Une fois conscient qu’eux seuls sont en capacité d’en payer le véritable prix, il faudrait que ce projet de libération devienne la priorité de leurs priorités :
« Vous le savez évidemment : le seul vrai problème de la Côte d’Ivoire, celui auquel il est absolument impératif de s’attaquer avant d’espérer entrevoir la moindre lueur dans le pot au noir qu’est notre destinée nationale depuis que nous l’avions confiée à un individu cupide et veule comme Félix Houphouët, c’est l’étroitesse et l’opacité de ses rapports avec la France. Est-ce un pays indépendant, un Etat souverain, ou un de ces « territoires d’outre-mer » que la France s’entête à maintenir sous sa tutelle aux quatre coins du globe, où des gens venus d’ailleurs sont tout tandis que les autochtones, eux, sont privés de leurs droits naturels ? Et si c’est ce qu’elle est, la Côte d’Ivoire est-elle vouée à le rester éternellement ? Et lui serait-il défendu de rêver d’être autre chose un jour ? Et qu’est-ce qui nous obligerait, nous ses citoyens naturels, à accepter un tel destin pour notre patrie ? Si la moitié ou même un quart seulement de ceux qui battent quotidiennement le pavé de Paris et d’Amsterdam depuis deux ans se posaient de telles questions et les examinaient surtout de façon sereine, leur unique mot d’ordre serait : « Indépendance ! ». Parce que l’indépendance une fois acquise, le reste suivrait… Je ne dis pas que ce serait automatique ; je dis que la voie vers l’avenir dont nous rêvons pour nos petits-enfants serait alors ouverte et il ne dépendrait plus que de nous, de nos efforts, de nos sacrifices, qu’un jour ce rêve devienne la réalité ».
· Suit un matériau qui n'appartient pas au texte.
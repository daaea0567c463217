package terrain

import (
	"bytes"
	"context"
	"encoding/binary"
	"log/slog"
	"math"
	"os"
	"path/filepath"
	"strconv"
	"strings"
	"testing"

	"github.com/paulmach/orb"

	"ridgehop/internal/geodesy"
	"ridgehop/internal/raster"
	"ridgehop/profile"
)

// definition is a coordinate reference system as a .prj holds it: the files of
// testdata/systems are what GDAL writes for the EPSG code that names them.
func definition(t testing.TB, system string) []byte {
	t.Helper()
	wkt, err := os.ReadFile(filepath.Join("testdata", "systems", system+".prj"))
	must(t, err)
	return wkt
}

// grid is a raster to be written as an Arc ASCII file. The centre of column i,
// row j lies at left + (i+0.5)*pixel, top - (j+0.5)*pixel; height gives it its
// height, NaN a void.
type grid struct {
	columns, rows int
	left, top     float64
	pixel         float64
	system        string // a file of testdata/systems; empty is 4326, WGS 84 degrees
	height        func(column, row int) float64
}

// write writes the grid and its .prj into the folder.
func (g grid) write(t testing.TB, folder, name string) {
	t.Helper()
	number := func(v float64) string { return strconv.FormatFloat(v, 'g', -1, 64) }
	var out bytes.Buffer
	for _, line := range [][2]string{
		{"ncols", strconv.Itoa(g.columns)}, {"nrows", strconv.Itoa(g.rows)},
		{"xllcorner", number(g.left)}, {"yllcorner", number(g.top - float64(g.rows)*g.pixel)},
		{"cellsize", number(g.pixel)}, {"NODATA_value", "-9999"},
	} {
		out.WriteString(line[0] + " " + line[1] + "\n")
	}
	for row := range g.rows {
		for column := range g.columns {
			h := g.height(column, row)
			if math.IsNaN(h) {
				h = -9999
			}
			out.WriteString(strconv.FormatFloat(h, 'f', -1, 32))
			out.WriteByte(' ')
		}
		out.WriteByte('\n')
	}
	path := filepath.Join(folder, name)
	must(t, os.MkdirAll(filepath.Dir(path), 0o755))
	must(t, os.WriteFile(path, out.Bytes(), 0o644))
	system := g.system
	if system == "" {
		system = "4326"
	}
	must(t, os.WriteFile(strings.TrimSuffix(path, ".asc")+".prj", definition(t, system), 0o644))
}

// cut is the part of the grid from a column and row on.
func (g grid) cut(column, row, columns, rows int) grid {
	part := g
	part.columns, part.rows = columns, rows
	part.left += float64(column) * g.pixel
	part.top -= float64(row) * g.pixel
	part.height = func(i, j int) float64 { return g.height(column+i, row+j) }
	return part
}

// bilinear is a second opinion on the height at x, y: the plain textbook
// formula between the four pixel centres around, NaN where one of them is
// void. The point must lie within the outermost centres.
func (g grid) bilinear(x, y float64) float64 {
	u, v := (x-g.left)/g.pixel-0.5, (g.top-y)/g.pixel-0.5
	i, j := min(int(math.Floor(u)), g.columns-2), min(int(math.Floor(v)), g.rows-2)
	fx, fy := u-float64(i), v-float64(j)
	return g.height(i, j)*(1-fx)*(1-fy) + g.height(i+1, j)*fx*(1-fy) + g.height(i, j+1)*(1-fx)*fy + g.height(i+1, j+1)*fx*fy
}

// constant is the same height everywhere.
func constant(h float64) func(int, int) float64 { return func(int, int) float64 { return h } }

// rough gives every pixel a height of its own, 0 to 255.75 m, by hashing its
// place (the finaliser of splitmix64).
func rough(column, row int) float64 {
	x := uint64(uint32(column))<<32 | uint64(uint32(row))
	x += 0x9e3779b97f4a7c15
	x = (x ^ x>>30) * 0xbf58476d1ce4e5b9
	x = (x ^ x>>27) * 0x94d049bb133111eb
	return float64((x^x>>31)%1024) / 4
}

// hgtSide is the side of a 3" SRTM tile.
const hgtSide = 1201

// writeHGT writes an SRTM tile, such as N50W003.hgt. Column 0, row 0 is its
// north-western corner; the outer rows and columns lie on whole degrees.
func writeHGT(t testing.TB, folder, name string, side int, height func(column, row int) float64) {
	t.Helper()
	out := make([]byte, 0, 2*side*side)
	for row := range side {
		for column := range side {
			h := height(column, row)
			if math.IsNaN(h) {
				h = -32768
			}
			out = binary.BigEndian.AppendUint16(out, uint16(int16(math.Round(h))))
		}
	}
	must(t, os.MkdirAll(folder, 0o755))
	must(t, os.WriteFile(filepath.Join(folder, name), out, 0o644))
}

// loaded loads folders and closes them with the test.
func loaded(t testing.TB, folders ...string) *Terrain {
	t.Helper()
	return loadedWith(t, Options{}, folders...)
}

func loadedWith(t testing.TB, options Options, folders ...string) *Terrain {
	t.Helper()
	terrain, err := Load(context.Background(), raster.NewGDAL(), folders, options, slog.New(slog.DiscardHandler))
	must(t, err)
	t.Cleanup(terrain.Close)
	return terrain
}

// loadedGrids loads grids that it writes first, by their names.
func loadedGrids(t testing.TB, grids map[string]grid) *Terrain {
	t.Helper()
	folder := t.TempDir()
	for name, g := range grids {
		g.write(t, folder, name)
	}
	terrain := loaded(t, folder)
	for _, r := range listed(t, terrain) {
		if r.Problem != "" {
			t.Fatalf("%s: %s", r.Name, r.Problem)
		}
	}
	return terrain
}

func listed(t testing.TB, terrain *Terrain) []profile.Raster {
	t.Helper()
	rasters, err := terrain.Rasters(context.Background())
	must(t, err)
	return rasters
}

// pathOf is the path between two places.
func pathOf(t testing.TB, a, b orb.Point) profile.Path {
	t.Helper()
	line, err := geodesy.NewLine(a, b)
	must(t, err)
	return profile.Path{A: a, B: b, Located: true, LengthM: line.LengthM(), AzimuthADeg: line.AzimuthADeg(), AzimuthBDeg: line.AzimuthBDeg()}
}

// sampled samples without failing.
func sampled(t testing.TB, terrain *Terrain, path profile.Path, how profile.Sampling) *profile.Profile {
	t.Helper()
	into := &profile.Profile{}
	if err := terrain.Sample(context.Background(), path, how, into); err != nil {
		t.Fatalf("from %v to %v: got %v, want a profile", path.A, path.B, err)
	}
	return into
}

// spot is the height at one place: the first sample of a path that starts
// there and goes two metres east.
func spot(t testing.TB, terrain *Terrain, p orb.Point, rasters ...string) float64 {
	t.Helper()
	path := profile.Path{A: p, B: geodesy.Direct(p, 90, 2), Located: true, LengthM: 2, AzimuthADeg: 90}
	return sampled(t, terrain, path, profile.Sampling{SpacingM: 1, Rasters: rasters}).GroundM[0]
}

// placeOf is where a sample lies, by the geodesic itself.
func placeOf(path profile.Path, distanceM float64) orb.Point {
	return geodesy.LineFrom(path.A, path.AzimuthADeg, path.LengthM).At(distanceM)
}

// near reports whether two heights agree, a void being like a void.
func near(got, want, tolerance float64) bool {
	return math.IsNaN(got) && math.IsNaN(want) || math.Abs(got-want) <= tolerance
}

func must(t testing.TB, err error) {
	t.Helper()
	if err != nil {
		t.Fatal(err)
	}
}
L’ancien leader syndicaliste étudiant[1] a l’âge et l’expérience pour lui. Il parle d’un système qu’il a observé et subi. Pourtant, malgré toute la réalité décrite, dans ce livre, le lecteur ne le refermera pas sans avoir été contaminé par cette espérance de l’auteur qui l’irrigue :
« Tout ce que nous avons vu ces dernières années, notamment depuis le putsch de 1999, a montré que délivrer la Côte d’Ivoire de l’emprise de l’houphouéto-foccartisme et de son corollaire, cette absolue suprématie que la France a conservée sur nous après le 7 août 1960, ne sera pas une tâche facile. Mais, pas facile ne veut pas dire impossible. Car ce que nous avons vu depuis le putsch a aussi confirmé deux autres constantes de notre histoire : malgré toutes les violences de nos ennemis – car comment nommer les massacreurs du 4 novembre 2004 devant l’hôtel Ivoire et sur le pont Charles de Gaulle et ceux d’avril 2011 dans tout Abidjan, ceux qui leur donnaient les ordres et ceux qui les ont couverts ? Cette France qui, sans l’avoir déclarée et en violation de la lettre des traités liant nos deux pays, s’est livrée à une guerre des plus atroces contre nous ? –, malgré toutes les violences de nos ennemis donc, dans leur masse les Ivoiriens n’ont jamais renoncé à récupérer leurs droits spoliés, à commencer par le droit d’être les seuls maîtres chez eux. Et, en eux, l’extraordinaire capacité de résistance dont firent preuve leurs aïeuls et leurs pères face aux conquérants ou pendant la période coloniale, n’est pas épuisée ».
La lecture de La Côte d’Ivoire & la France, telles Sisyphe & son rocher est une véritable bouffée d’oxygène, dans cette atmosphère politique ivoirienne polluée par des compromissions et des futilités qui ont eu pour conséquence de refaire de l’évidence de l’après 11 avril 2011 (Le 7 août 1960, la France, dans la réalité, n’est pas partie), un sujet tabou.